Here we are today. Back to Navy Pier’s Festival Hall (600 E. Grand Ave.), among 135 contemporary art galleries from fifty-eight different cities across the world.
“I moved Expo to the fall, so that it would not compete nor simply overlap with all the other October fairs”, said Karman when I met him last summer, right before leaving for Paris, and therefore missing Expo Chicago’s fifth edition. There was no way I would skip it this year, especially given the huge part Palais de Tokyo was going to play in it.
After Hong Kong (2015), Amsterdam (2014), Zürich (June 2016), Singapore (January 2016), among others, the Paris space this year stages one of its off-site exhibitions at DuSable Museum’s breathtaking Roundhouse–opening to the public for the first time in decades for the show–under Curator Katell Jaffrès’s watch.
Why there? “I was looking for a space that had absolutely no connections with art.
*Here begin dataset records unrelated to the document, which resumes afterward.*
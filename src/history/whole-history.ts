/**
 * What can be said of a history only once all of it is read.
 */
import { fileOf, type History, INCREMENT, NO_VALUE, READ } from './columns.js'
import type { InitialValue } from './headers.js'
import type { InputProblem } from './problems.js'

/** Takes a problem, made only if it is kept: there may be one for every operation. */
type Report = (make: () => InputProblem) => void

/**
 * One client is one sequential requester: its operations must not overlap in time, and one without an end must
 * be its last. O(n log n) in a client's operations.
 */
export function checkSessions(history: History, report: Report): void {
  const { count, client, hasEnd, times } = history
  const { startOffset, endOffset } = times
  const offset = new Int32Array(history.clients.size + 1)
  for (let i = 0; i < count; i++) offset[client[i] + 1]++
  for (let c = 0; c < history.clients.size; c++) offset[c + 1] += offset[c]
  const next = offset.slice()
  const byClient = new Int32Array(count)
  for (let i = 0; i < count; i++) byClient[next[client[i]]++] = i

  const start = (i: number): number | bigint => (startOffset ? startOffset[i] : times.startNs(i))
  const end = (i: number): number | bigint => (endOffset ? endOffset[i] : times.endNs(i))
  const before = (a: number, b: number): number => {
    const [sa, sb] = [start(a), start(b)]
    if (sa !== sb) return sa < sb ? -1 : 1
    if (hasEnd[a] !== hasEnd[b]) return hasEnd[b] - hasEnd[a]
    const [ea, eb] = [end(a), end(b)]
    return ea !== eb ? (ea < eb ? -1 : 1) : a - b
  }
  for (let c = 0; c < history.clients.size; c++) {
    const session = byClient.subarray(offset[c], offset[c + 1])
    for (let i = 1; i < session.length; i++) {
      if (before(session[i - 1], session[i]) > 0) {
        session.sort(before)
        break
      }
    }
    for (let i = 1; i < session.length; i++) {
      const [a, b] = [session[i - 1], session[i]]
      if (hasEnd[a] === 0) report(() => unendedBefore(history, a, b))
      else if (end(a) > start(b)) report(() => overlap(history, a, b))
    }
  }
}

function overlap(history: History, a: number, b: number): InputProblem {
  const name = JSON.stringify(history.clients.name(history.client[a]))
  const late = history.times.endNs(a) - history.times.startNs(b)
  return {
    code: 'overlapping-operations',
    ...placeOf(history, b),
    found: `an operation of client ${name} that starts ${late} ns before its operation at ${where(history, a)} ends`,
    expected: 'one request at a time a client',
    advice: 'give each concurrent requester a client name of its own',
  }
}

function unendedBefore(history: History, a: number, b: number): InputProblem {
  const name = JSON.stringify(history.clients.name(history.client[a]))
  return {
    code: 'operation-after-open-end',
    ...placeOf(history, b),
    found: `an operation of client ${name} after the one at ${where(history, a)}, which never ended`,
    expected: 'an operation without an end to be the last of its client',
    advice: 'record when the client gave up, or let it go on under a new name',
  }
}

/**
 * On a counter key a string that spells a number is a recording mistake, not a finding: clients of some stores
 * return strings.
 */
export function checkCounterValues(
  history: History,
  initial: ReadonlyMap<string, InitialValue>,
  report: Report,
): void {
  const { count, key, kind, value, keys, values } = history
  const increments = new Uint8Array(keys.size)
  const others = new Uint8Array(keys.size)
  for (let i = 0; i < count; i++) {
    if (kind[i] === INCREMENT) increments[key[i]] = 1
    else if (kind[i] !== READ) others[key[i]] = 1
  }
  // value id → 1 it spells a number, 2 it does not, 0 not looked at yet
  const known = new Uint8Array(values.size)
  const spells = (id: number): boolean => {
    if (known[id] === 0) known[id] = SPELLED_NUMBER.test(values.text(id)) ? 1 : 2
    return known[id] === 1
  }
  for (let i = 0; i < count; i++) {
    if (increments[key[i]] === 0 || others[key[i]] === 1 || value[i] === NO_VALUE || !spells(value[i]))
      continue
    report(() => ({
      code: 'number-as-string',
      ...placeOf(history, i),
      found: `the string ${values.text(value[i])} on the counter ${JSON.stringify(keys.name(key[i]))}`,
      expected: 'a number',
      advice: 'record the number that the string spells',
    }))
  }
  if (initial.size === 0) return
  for (let k = 0; k < keys.size; k++) {
    if (increments[k] === 0 || others[k] === 1) continue
    const stated = initial.get(keys.name(k))
    if (!stated || !spells(stated.value)) continue
    report(() => ({
      code: 'number-as-string',
      ...stated.place,
      found: `the string ${values.text(stated.value)} as initial value of the counter ${JSON.stringify(keys.name(k))}`,
      expected: 'a number',
      advice: 'record the number that the string spells',
    }))
  }
}

/** Canonical text of a string that spells a number. */
const SPELLED_NUMBER = /^"\s*[-+]?[0-9]+(\.[0-9]+)?([eE][-+]?[0-9]+)?\s*"$/

function placeOf(history: History, i: number): { file: string; line: number } {
  return { file: history.files[fileOf(history, i)].name, line: history.line[i] }
}

function where(history: History, i: number): string {
  const { file, line } = placeOf(history, i)
  return `${file}:${line}`
}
I set my eyes and heart on the Roundhouse. I particularly love its circular shape, and found it convenient that no one was using it at the moment,” the curator tells me.
With a grand entrance, a library, a readers clubhouse, a technology and language lab, as well as various children areas, the Roundhouse is the educational core of the DuSable Museum of African-American History.
The hardest part of Jaffrès’s job was to respect architect Daniel Burnham’s vision for the building. “I did not want to denature the space, either by erecting walls or over labeling the display. I wanted it to remain as raw and rough as possible,” she says. Actually, she was so intimidated by the rotunda–complete with vibrint, multi-coloured glass windows encircling its high ceiling–that she asked guest designer Andrew Schachman to help her preserve its authenticity.
“The whole show can be perceived as architectural forms within a massive architectural space. Most creations were conceived in situ within three weeks.”
The real architectural challenge lay in the showcase itself. “To honour Expo’s partnership with the Biennial, I suggested that the thirteen artists selected gave a strong architectural touch to their pieces,” she says. Mission accomplished. The whole show can be perceived as architectural forms within a massive architectural space. Most creations were conceived in situ within three weeks. Only Guillaume Leblon’s studio-made set of three resinous and ceramic curtains had to be shipped over, as well as modular sculptures “borrowed from” Raphael Zarka’s. The latter’s reflection about how art should interact with a city fits perfectly into the skateboarder-friendly landscape of Chicago. In one corridor a five-minute video by Dan Magee–shot in the Musée Sainte-Croix of Poitiers, the Institute of Contemporary Art of Singapore and Palais de Tokyo–shows skateboarders gliding on one of his prismatic wood installations.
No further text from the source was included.